So just make sure that you pad your streaming time by, say, 0.5 seconds. If you are streaming X segments from disk, and it takes on average 1.5 seconds to get that data from disk, make sure that your application has a 2 second window between the time it provoked the streaming and the time it starts using it.


I think I can figure out when nothing is ready.

How? If you think stalls are being created from a buffer object not being finished uploading, how do you know that a smaller buffer is finished uploading?

ViolentHamster
03-02-2010, 06:16 PM
Thanks Alfonse. That's a good way of looking at it. I'll have to figure out how to page ahead for my application.

Dark Photon
03-03-2010, 07:31 AM
So you don't have to juggle "multiple VBO's", you just need to keep blasting away at the one VBO while letting the driver swap in new chunks of storage as needed.

Client never needs to fence, or check GPU progress, or block on map.

Write&draw, write&draw, repeat til VBO full, orphan and rewind cursor, repeat. CPU gets to drop off all of its data and draw requests and potentially go on to do other tasks without a care as to how many orphaned buffers (storage blocks) wind up in flight or how fast the GPU is retiring them.
Client arrays for VBOs. Slick. Thanks for the detailed write-up!

Chris Lux
03-04-2010, 01:25 AM
hi,
just for me understanding correctly:

orphane a buffer means glBufferData(.., NULL); or map using invalidation?

Dark Photon
03-04-2010, 05:20 AM
orphane a buffer means glBufferData(.., NULL); or map using invalidation?
Yes. Per Rob in previous post:

...orphan current storage by doing a new glBufferData using the fixed size chosen for the VBO, and a NULL pointer.

Rob Barris
03-07-2010, 01:26 PM
There are two kinds of invalidation that MapBufferRange can do, and they have very different purposes.

One is tied to MAP_INVALIDATE_BUFFER_BIT in the access parameter to MapBufferRange. This essentially means "orphan". So in the usage I described, you could set this bit when you go back to offset 0 and get the same effect as BufferData(NULL).

The other is a bit more subtle, and it is tied to MAP_INVALIDATE_RANGE_BIT. This may seem a bit redundant, but it is important. It explicitly tells the driver up front "the range I am mapping - it does not need to contain valid data that I can read" - it is a signal to the driver that it is free to replace every single byte in that range with whatever is in your CPU-visible mapped buffer area upon unmap (or explicit flush).

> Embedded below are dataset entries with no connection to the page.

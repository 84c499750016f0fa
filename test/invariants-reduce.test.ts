// Checks of LLL reduction (Lenstra, Lenstra & Lovász, "Factoring polynomials with rational
// coefficients", Math. Ann. 1982): the defining conditions of a reduced basis, the same lattice, and
// the paper's bound on the first vector, on random skewed bases in 1, 2 and 3 dimensions.
import { describe, expect, it } from 'vitest';
import fc from 'fast-check';
import { determinant, gramSchmidt, LLL_DELTA, reduceBasis } from '../src/geometry/reduce.js';
import { randomBasis, randomUnimodular, seededRandom } from './helpers/periodic-sets.js';

function multiply(u: ArrayLike<number>, b: ArrayLike<number>, d: number): Float64Array {
  const out = new Float64Array(d * d);
  for (let r = 0; r < d; r++) for (let c = 0; c < d; c++) for (let t = 0; t < d; t++) out[r * d + c] += u[r * d + t] * b[t * d + c];
  return out;
}

/** Shortest nonzero lattice vector length by enumerating a block of integer combinations. */
function shortestByEnumeration(b: Float64Array, d: number, n: number): number {
  let best = Infinity;
  const idx = new Array<number>(d).fill(-n);
  for (;;) {
    if (idx.some((x) => x !== 0)) {
      let s = 0;
      for (let c = 0; c < d; c++) {
        let v = 0;
        for (let r = 0; r < d; r++) v += idx[r] * b[r * d + c];
        s += v * v;
      }
      best = Math.min(best, Math.sqrt(s));
    }
    let r = 0;
    while (r < d && idx[r] === n) idx[r++] = -n;
    if (r === d) break;
    idx[r]++;
  }
  return best;
}

describe('LLL basis reduction', () => {
  it('returns a size-reduced, Lovász-reduced basis of the same lattice (LLL, Math. Ann. 1982, conditions (1.4) and (1.5))', () => {
    fc.assert(
      fc.property(fc.integer({ min: 1, max: 3 }), fc.integer(), (d, seed) => {
        const rand = seededRandom(seed);
        const good = randomBasis(rand, d);
        const skew = randomUnimodular(rand, d, 12, 3);
        const input = multiply(skew, good, d);
        const red = reduceBasis(input, d);
        // Same lattice: reduced = U * input with U integer and det U = +-1.
        expect(Math.abs(determinant(red.transform, d))).toBe(1);
        const again = multiply(red.transform, input, d);
        for (let i = 0; i < d * d; i++) expect(Math.abs(again[i] - red.basis[i])).toBeLessThan(1e-8 * (1 + Math.abs(red.basis[i])));
        const mu = new Float64Array(d * d);
        const bs = new Float64Array(d * d);
        const bsq = new Float64Array(d);
        gramSchmidt(red.basis, d, mu, bs, bsq);
        for (let i = 1; i < d; i++) {
          for (let j = 0; j < i; j++) expect(Math.abs(mu[i * d + j])).toBeLessThanOrEqual(0.5 + 1e-9);
          expect(bsq[i]).toBeGreaterThanOrEqual((LLL_DELTA - mu[i * d + i - 1] ** 2) * bsq[i - 1] * (1 - 1e-9));
        }
        // The first vector is within (1/(delta - 1/4))^((d-1)/2) of the shortest (LLL 1982, Prop. 1.6 with general delta).
        const lambda1 = shortestByEnumeration(red.basis, d, 3);
        const b1 = Math.sqrt(bsq[0]);
        expect(b1).toBeLessThanOrEqual(Math.pow(1 / (LLL_DELTA - 0.25), (d - 1) / 2) * lambda1 * (1 + 1e-9));
      }),
      { numRuns: 200 },
    );
  });

  it('turns a skewed description of the cubic lattice Z^3 into vectors of length 1 (shortest vectors of Z^3, OEIS A005875 term 1 = 6)', () => {
    // With delta = 0.99 this is forced: |b1|^2 <= 1/0.74^2 < 2 leaves only norm 1, and size reduction plus
    // the Lovász condition rule out a second or third vector of norm 2 or more (integer norms).
    const rand = seededRandom(7);
    for (let trial = 0; trial < 50; trial++) {
      const u = randomUnimodular(rand, 3, 15, 3);
      const red = reduceBasis(Float64Array.from(u), 3);
      for (let r = 0; r < 3; r++) {
        const len = Math.hypot(red.basis[r * 3], red.basis[r * 3 + 1], red.basis[r * 3 + 2]);
        expect(len).toBeCloseTo(1, 12);
      }
    }
  });

  it('rejects a degenerate basis with a clear message', () => {
    expect(() => reduceBasis([1, 0, 0, 2, 0, 0, 0, 0, 1], 3)).toThrow(/degenerate/);
    expect(() => reduceBasis([1, Number.NaN, 0, 1], 2)).toThrow(/finite/);
    expect(() => reduceBasis([1, 0], 2)).toThrow(/needs 4 numbers/);
  });
});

The freedom this provides to the driver, if you have also set the WRITE bit but not the READ bit, is that it can hand back a pointer to completely uninitialized scratch memory - which may well be driver allocated for write-through uncached access etc. By opting into invalidation of the range, you eliminate any need for the driver to put a copy of valid data in that range prior to returning the pointer. If an implementor wanted to keep system-memory images of buffers to a minimum, this would let that driver provide scratchpad memory for maps using these bits (write + invalidate-range) - and then transfer those bits to the final destination later, perhaps via DMA.

Restated more simply, think of MAP_INVALIDATE_RANGE_BIT as a "promise to write the whole range, nothing but the range, and never read from the range" bit.

Cannos
07-12-2010, 12:11 AM
Great info in this topic, thanks everyone! Quick question...on OpenGL implementations without MapBufferRange support (i.e. OpenGL ES), are there any good alternative ways to implement the dynamic vertex ring buffer that Rob suggested? It sounds like glBufferSubData has some pitfalls in the general case (and with the style of workload described). Is it best to stick with standard non-VBO vertex arrays in this case? Thanks!